AIM OF THE EXERCISE — Copy, from the entries below, each line where the word "stderr" can be found.
WORKING DATA: Begin
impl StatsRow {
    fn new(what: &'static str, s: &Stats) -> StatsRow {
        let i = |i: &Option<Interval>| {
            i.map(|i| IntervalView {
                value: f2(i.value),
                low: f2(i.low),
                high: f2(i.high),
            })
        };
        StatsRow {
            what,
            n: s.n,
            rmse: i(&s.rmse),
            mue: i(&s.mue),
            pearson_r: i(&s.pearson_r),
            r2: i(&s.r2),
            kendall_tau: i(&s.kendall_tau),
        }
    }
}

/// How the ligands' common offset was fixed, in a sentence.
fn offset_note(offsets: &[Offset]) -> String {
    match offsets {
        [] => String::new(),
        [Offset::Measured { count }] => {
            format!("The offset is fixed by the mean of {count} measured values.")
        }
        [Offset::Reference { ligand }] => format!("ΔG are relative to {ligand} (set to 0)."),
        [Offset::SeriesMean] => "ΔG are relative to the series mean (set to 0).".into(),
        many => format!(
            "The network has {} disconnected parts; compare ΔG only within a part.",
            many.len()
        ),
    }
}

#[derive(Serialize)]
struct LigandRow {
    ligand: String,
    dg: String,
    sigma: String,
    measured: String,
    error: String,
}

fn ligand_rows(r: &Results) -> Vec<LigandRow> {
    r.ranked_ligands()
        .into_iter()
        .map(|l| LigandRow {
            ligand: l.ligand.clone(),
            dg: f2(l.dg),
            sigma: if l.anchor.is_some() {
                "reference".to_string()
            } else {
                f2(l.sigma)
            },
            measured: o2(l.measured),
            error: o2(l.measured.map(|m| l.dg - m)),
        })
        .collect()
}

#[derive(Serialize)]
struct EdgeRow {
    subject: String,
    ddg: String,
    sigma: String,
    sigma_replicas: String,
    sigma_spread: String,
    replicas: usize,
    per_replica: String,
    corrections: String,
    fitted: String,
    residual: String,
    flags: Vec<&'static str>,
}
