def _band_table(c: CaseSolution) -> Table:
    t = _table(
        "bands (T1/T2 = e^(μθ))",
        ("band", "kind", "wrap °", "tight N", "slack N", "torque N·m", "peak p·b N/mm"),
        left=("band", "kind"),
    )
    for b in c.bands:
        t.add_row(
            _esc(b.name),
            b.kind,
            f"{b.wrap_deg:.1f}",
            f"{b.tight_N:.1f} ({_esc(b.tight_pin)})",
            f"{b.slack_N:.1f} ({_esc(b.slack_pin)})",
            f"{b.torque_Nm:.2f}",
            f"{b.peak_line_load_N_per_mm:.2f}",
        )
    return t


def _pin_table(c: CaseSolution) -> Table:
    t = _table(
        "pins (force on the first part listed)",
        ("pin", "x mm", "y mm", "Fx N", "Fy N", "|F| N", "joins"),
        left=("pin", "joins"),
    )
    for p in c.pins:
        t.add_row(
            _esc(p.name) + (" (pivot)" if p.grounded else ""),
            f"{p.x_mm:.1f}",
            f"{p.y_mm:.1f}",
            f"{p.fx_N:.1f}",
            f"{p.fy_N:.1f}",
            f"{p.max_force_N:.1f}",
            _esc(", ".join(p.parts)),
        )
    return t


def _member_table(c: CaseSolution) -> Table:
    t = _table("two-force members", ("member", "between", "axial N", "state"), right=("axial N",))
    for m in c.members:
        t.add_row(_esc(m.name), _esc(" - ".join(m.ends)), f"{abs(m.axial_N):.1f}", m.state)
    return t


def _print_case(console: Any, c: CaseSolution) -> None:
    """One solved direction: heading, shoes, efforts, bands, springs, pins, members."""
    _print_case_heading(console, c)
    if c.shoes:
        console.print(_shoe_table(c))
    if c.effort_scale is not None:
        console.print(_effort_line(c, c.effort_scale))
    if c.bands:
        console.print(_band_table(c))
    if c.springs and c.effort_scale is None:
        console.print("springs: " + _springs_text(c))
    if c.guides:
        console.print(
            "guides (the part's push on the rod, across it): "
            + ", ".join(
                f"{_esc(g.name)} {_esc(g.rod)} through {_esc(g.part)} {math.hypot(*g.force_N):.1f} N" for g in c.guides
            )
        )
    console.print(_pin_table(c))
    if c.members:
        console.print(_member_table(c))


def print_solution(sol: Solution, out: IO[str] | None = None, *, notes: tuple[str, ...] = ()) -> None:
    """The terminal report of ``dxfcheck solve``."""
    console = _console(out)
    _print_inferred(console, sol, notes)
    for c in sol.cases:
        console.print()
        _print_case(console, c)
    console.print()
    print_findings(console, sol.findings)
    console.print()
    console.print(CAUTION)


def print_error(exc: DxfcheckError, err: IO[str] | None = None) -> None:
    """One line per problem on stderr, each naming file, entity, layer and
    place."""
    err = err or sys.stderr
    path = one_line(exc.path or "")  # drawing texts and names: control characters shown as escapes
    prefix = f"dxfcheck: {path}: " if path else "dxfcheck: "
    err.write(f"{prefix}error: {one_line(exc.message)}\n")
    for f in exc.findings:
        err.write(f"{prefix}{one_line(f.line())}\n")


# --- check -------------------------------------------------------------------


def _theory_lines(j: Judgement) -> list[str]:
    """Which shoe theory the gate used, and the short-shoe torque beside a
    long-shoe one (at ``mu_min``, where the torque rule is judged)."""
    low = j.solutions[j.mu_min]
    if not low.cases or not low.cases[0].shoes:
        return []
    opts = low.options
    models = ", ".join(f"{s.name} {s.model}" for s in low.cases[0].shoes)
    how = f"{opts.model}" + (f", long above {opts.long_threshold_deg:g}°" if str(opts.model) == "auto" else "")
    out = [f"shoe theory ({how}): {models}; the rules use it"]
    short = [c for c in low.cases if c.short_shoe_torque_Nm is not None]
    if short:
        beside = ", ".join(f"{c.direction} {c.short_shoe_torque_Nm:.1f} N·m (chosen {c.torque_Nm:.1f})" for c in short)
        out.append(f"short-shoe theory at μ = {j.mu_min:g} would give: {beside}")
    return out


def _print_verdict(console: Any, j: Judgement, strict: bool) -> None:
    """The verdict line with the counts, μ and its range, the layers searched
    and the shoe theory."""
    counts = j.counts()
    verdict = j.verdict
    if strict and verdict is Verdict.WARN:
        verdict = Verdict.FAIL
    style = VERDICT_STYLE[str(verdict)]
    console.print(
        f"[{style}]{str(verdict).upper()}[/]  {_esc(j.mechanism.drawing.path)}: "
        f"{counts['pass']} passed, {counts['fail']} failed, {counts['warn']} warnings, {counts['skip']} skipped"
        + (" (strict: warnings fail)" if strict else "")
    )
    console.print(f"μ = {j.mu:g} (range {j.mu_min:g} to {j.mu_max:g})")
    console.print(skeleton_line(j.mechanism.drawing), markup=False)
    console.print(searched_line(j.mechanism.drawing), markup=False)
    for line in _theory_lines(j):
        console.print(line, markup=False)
WORKING DATA: End
PROBLEM SOLUTION —
    """One line per problem on stderr, each naming file, entity, layer and
    err = err or sys.stderr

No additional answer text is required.